Task goal:
A line belongs in the answer if it contains "return"; copy every such line from the entries below.

Records to use:
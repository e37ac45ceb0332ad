import datetime as dt

import numpy as np
import pytest
from hypothesis import given, settings
from hypothesis import strategies as st

from hub.solar.clearsky import STEP_MS, ClearSky, Panel, clear_sky, clear_sky_wh, plane_irradiance

pvlib = pytest.importorskip("pvlib")
pytestmark = pytest.mark.filterwarnings("ignore:DatetimeIndex.dayofyear:DeprecationWarning")
DAY_MS = 86_400_000
FLAT = Panel(39.742476, -105.1786, 1830.14, 10.0, 0.0, 180.0)


def at(*when):
    return round(dt.datetime(*when, tzinfo=dt.UTC).timestamp() * 1000)


def a_panel(**changes):
    made = {
        "latitude": 51.2,
        "longitude": -1.9,
        "altitude_m": 210.0,
        "power_w": 10.0,
        "tilt_deg": 35.0,
        "azimuth_deg": 180.0,
    }
    return Panel(**(made | changes))


def test_horizontal_irradiance_is_the_ineichen_model_of_pvlib():
    # Against pvlib's own Location class, which puts position, air mass, turbidity and model together by itself.
    import pandas as pd

    time_ms = at(2026, 3, 20) + np.arange(0, DAY_MS, 3_600_000)
    index = pd.DatetimeIndex(pd.to_datetime(time_ms, unit="ms", utc=True))
    reference = pvlib.location.Location(FLAT.latitude, FLAT.longitude, altitude=FLAT.altitude_m).get_clearsky(index)
    # On the horizontal the transposition is the identity but for its ground term, which is zero at tilt 0.
    assert plane_irradiance(FLAT, time_ms) == pytest.approx(reference["ghi"].to_numpy(), rel=0.005, abs=1.0)


def test_published_values_of_the_model_are_those_of_this_pvlib():
    # pvlib's test-suite: zenith 10°, absolute air mass 1, Linke turbidity 3.
    sky = pvlib.clearsky.ineichen(10.0, 1.0, 3.0)
    assert sky["ghi"] == pytest.approx(1038.159219, abs=1e-4)
    assert sky["dni"] == pytest.approx(942.2081860378344, abs=1e-4)
    # NREL SPA report (Reda and Andreas), its worked case; values by way of the pvlib test-suite.
    import pandas as pd

    sun = pvlib.solarposition.get_solarposition(
        pd.DatetimeIndex(["2003-10-17T19:30:30Z"]), 39.742476, -105.1786, 1830.14, pressure=82000.0, temperature=11.0
    )
    assert sun["apparent_zenith"].iloc[0] == pytest.approx(50.111622, abs=1e-4)
    assert sun["azimuth"].iloc[0] == pytest.approx(194.340241, abs=1e-4)


def test_power_follows_the_pvwatts_model():
    # pvlib's test-suite: 900 W/m², cell at 30 °C, 100 W, -0.3 %/K: 88.65 W.
    assert pvlib.pvsystem.pvwatts_dc(900.0, 30.0, 100.0, -0.003) == pytest.approx(88.65)
    sky = clear_sky(a_panel(), at(2026, 6, 21), at(2026, 6, 22), air_c=15.0)
    plane = plane_irradiance(a_panel(), sky.time_ms)
    noon = int(np.argmax(plane))
    # Faiman: 25 + 6.84 W/m²K at 1 m/s of wind.
    cell = 15.0 + plane[noon] / (25.0 + 6.84)
    assert sky.power_w[noon] == pytest.approx(10.0 * plane[noon] / 1000.0 * (1.0 - 0.004 * (cell - 25.0)), rel=1e-6)


def test_a_clear_june_day_in_southern_england_is_seven_to_eight_sun_hours():
    # Common practice, no source: a clear midsummer day at 51° N gives 7 to 8.5 kWh/m² in a tilted plane.
    assert 6.5 < clear_sky_wh(a_panel(), at(2026, 6, 21), at(2026, 6, 22)) / 10.0 < 8.5


def test_tilt_pays_in_winter_and_the_sun_side_depends_on_the_hemisphere():
    winter = at(2026, 12, 21), at(2026, 12, 22)
    assert clear_sky_wh(a_panel(tilt_deg=65.0), *winter) > 1.5 * clear_sky_wh(a_panel(tilt_deg=0.0), *winter)
    south = {"latitude": -35.0, "longitude": 149.0, "tilt_deg": 40.0}
    june = at(2026, 6, 20, 14), at(2026, 6, 21, 14)
    assert clear_sky_wh(a_panel(azimuth_deg=0.0, **south), *june) > 1.5 * clear_sky_wh(
        a_panel(azimuth_deg=180.0, **south), *june
    )


def test_polar_night_gives_nothing_and_polar_day_does_not_end():
    north = a_panel(latitude=78.2, longitude=15.6, altitude_m=20.0)
    assert clear_sky_wh(north, at(2026, 12, 21), at(2026, 12, 22)) == 0.0
    midsummer = clear_sky(north, at(2026, 6, 21), at(2026, 6, 22))
    assert (midsummer.power_w > 0.0).all()
    assert midsummer.energy_wh > 30.0


def test_a_warm_day_gives_less():
    day = at(2026, 6, 21), at(2026, 6, 22)
    assert clear_sky_wh(a_panel(), *day, air_c=35.0) < clear_sky_wh(a_panel(), *day, air_c=5.0)


@settings(max_examples=10, deadline=None)
@given(cut_ms=st.integers(1, DAY_MS - 1))
def test_a_day_split_anywhere_adds_up(cut_ms):
    start = at(2026, 4, 1)
    whole = clear_sky_wh(a_panel(), start, start + DAY_MS)
    parts = clear_sky_wh(a_panel(), start, start + cut_ms) + clear_sky_wh(a_panel(), start + cut_ms, start + DAY_MS)
    assert parts == pytest.approx(whole, rel=1e-9)


def test_steps_are_those_of_the_clock_cut_at_the_ends():
    sky = clear_sky(a_panel(), at(2026, 4, 1, 12, 2), at(2026, 4, 1, 12, 12))
    assert sky.time_ms.tolist() == [at(2026, 4, 1, 12) + k * STEP_MS + STEP_MS // 2 for k in range(3)]
    assert sky.seconds.tolist() == [180.0, 300.0, 120.0]
    assert clear_sky(a_panel(), at(2026, 4, 1), at(2026, 4, 1)).energy_wh == 0.0


def test_without_the_turbidity_table_a_constant_serves(monkeypatch):
    day = at(2026, 6, 21), at(2026, 6, 22)
    usual = clear_sky_wh(a_panel(), *day)

    def missing(*_, **__):
        raise OSError("no table")

    monkeypatch.setattr(pvlib.clearsky, "lookup_linke_turbidity", missing)
    assert clear_sky_wh(a_panel(), *day) == pytest.approx(usual, rel=0.1)


def test_energy_is_power_times_time():
    sky = ClearSky(np.array([0, 300_000]), np.array([10.0, 20.0]), np.array([300.0, 60.0]), 30.0)
    assert sky.energy_wh == pytest.approx((3000.0 + 1200.0) / 3600.0)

Result of this task:
    return round(dt.datetime(*when, tzinfo=dt.UTC).timestamp() * 1000)
    return Panel(**(made | changes))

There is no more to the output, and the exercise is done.